When the line containing "filename src-main/export/plots/colors.ts" is found in the data below, copy it and each line after it through the line containing "export const FONT_FAMILY", exactly and with no others.

• • • • • • •

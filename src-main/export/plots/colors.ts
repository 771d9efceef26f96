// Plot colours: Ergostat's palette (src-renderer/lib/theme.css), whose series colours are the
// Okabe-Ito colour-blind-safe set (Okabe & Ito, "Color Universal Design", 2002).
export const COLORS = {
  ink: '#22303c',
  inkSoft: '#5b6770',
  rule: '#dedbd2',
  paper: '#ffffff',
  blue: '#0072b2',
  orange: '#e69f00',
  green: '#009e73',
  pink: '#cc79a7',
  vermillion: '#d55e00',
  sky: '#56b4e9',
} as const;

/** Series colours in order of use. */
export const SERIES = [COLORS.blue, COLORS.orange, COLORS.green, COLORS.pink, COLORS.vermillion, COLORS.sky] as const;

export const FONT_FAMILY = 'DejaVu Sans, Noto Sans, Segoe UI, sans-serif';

• • • • • • •

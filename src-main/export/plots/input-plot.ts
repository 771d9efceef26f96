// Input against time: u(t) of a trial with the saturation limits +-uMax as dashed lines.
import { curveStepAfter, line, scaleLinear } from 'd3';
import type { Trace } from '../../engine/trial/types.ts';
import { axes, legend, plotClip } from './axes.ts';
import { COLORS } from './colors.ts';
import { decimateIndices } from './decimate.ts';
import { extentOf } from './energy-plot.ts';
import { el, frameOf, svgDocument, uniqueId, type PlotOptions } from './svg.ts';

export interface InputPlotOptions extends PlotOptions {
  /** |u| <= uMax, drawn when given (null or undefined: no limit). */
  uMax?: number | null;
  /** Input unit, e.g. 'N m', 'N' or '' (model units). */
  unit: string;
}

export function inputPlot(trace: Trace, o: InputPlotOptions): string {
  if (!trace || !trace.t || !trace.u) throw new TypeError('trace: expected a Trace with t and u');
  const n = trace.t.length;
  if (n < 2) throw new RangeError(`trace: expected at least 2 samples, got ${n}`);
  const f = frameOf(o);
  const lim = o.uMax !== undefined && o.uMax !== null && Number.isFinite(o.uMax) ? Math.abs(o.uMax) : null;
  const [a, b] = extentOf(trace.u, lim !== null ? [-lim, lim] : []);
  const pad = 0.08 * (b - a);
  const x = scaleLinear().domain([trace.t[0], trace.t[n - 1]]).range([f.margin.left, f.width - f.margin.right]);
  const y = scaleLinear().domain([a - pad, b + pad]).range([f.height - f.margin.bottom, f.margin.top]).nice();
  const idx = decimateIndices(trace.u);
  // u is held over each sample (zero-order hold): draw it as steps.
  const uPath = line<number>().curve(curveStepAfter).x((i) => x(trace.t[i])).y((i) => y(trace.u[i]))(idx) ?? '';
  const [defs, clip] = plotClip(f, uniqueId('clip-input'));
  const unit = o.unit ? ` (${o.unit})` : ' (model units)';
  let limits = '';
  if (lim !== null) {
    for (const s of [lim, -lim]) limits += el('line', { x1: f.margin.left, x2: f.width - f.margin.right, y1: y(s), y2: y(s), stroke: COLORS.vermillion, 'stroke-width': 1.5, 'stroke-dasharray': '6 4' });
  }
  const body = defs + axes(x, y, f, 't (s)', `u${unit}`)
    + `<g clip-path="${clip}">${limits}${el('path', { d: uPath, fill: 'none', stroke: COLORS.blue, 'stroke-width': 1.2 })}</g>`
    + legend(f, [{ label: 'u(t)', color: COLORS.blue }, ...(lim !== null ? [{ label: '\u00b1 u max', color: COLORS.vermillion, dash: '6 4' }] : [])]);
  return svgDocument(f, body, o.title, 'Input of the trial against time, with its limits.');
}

• • • • • • •

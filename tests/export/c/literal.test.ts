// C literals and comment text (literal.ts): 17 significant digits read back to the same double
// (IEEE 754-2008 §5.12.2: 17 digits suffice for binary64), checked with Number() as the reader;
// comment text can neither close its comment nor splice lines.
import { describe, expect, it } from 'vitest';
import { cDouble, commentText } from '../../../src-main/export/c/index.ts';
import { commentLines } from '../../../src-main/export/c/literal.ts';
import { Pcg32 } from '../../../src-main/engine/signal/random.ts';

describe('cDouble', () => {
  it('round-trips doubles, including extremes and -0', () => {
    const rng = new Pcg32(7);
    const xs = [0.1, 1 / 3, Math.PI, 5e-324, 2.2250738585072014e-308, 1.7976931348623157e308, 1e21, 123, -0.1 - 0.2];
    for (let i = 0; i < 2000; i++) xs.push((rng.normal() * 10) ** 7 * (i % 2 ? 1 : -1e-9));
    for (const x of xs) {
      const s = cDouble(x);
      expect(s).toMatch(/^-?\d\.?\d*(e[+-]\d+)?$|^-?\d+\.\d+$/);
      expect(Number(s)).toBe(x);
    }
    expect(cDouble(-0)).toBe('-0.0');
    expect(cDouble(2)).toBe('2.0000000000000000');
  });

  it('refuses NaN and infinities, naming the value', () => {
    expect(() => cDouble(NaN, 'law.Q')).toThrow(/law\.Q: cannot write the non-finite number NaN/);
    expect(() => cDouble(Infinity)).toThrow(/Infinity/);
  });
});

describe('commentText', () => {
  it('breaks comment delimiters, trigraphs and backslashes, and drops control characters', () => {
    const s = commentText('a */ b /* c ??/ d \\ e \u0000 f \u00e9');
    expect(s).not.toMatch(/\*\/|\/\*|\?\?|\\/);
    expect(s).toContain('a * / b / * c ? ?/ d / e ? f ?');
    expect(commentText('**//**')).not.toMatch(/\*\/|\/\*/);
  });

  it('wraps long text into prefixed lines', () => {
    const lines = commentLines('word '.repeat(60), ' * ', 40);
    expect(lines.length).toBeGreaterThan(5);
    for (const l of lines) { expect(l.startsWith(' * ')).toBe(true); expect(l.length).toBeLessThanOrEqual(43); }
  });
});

• • • • • • •

Completed task:
filename src-main/export/plots/colors.ts
repository 771d9efceef26f96
// Plot colours: Ergostat's palette (src-renderer/lib/theme.css), whose series colours are the
// Okabe-Ito colour-blind-safe set (Okabe & Ito, "Color Universal Design", 2002).
export const COLORS = {
  ink: '#22303c',
  inkSoft: '#5b6770',
  rule: '#dedbd2',
  paper: '#ffffff',
  blue: '#0072b2',
  orange: '#e69f00',
  green: '#009e73',
  pink: '#cc79a7',
  vermillion: '#d55e00',
  sky: '#56b4e9',
} as const;

/** Series colours in order of use. */
export const SERIES = [COLORS.blue, COLORS.orange, COLORS.green, COLORS.pink, COLORS.vermillion, COLORS.sky] as const;

export const FONT_FAMILY = 'DejaVu Sans, Noto Sans, Segoe UI, sans-serif';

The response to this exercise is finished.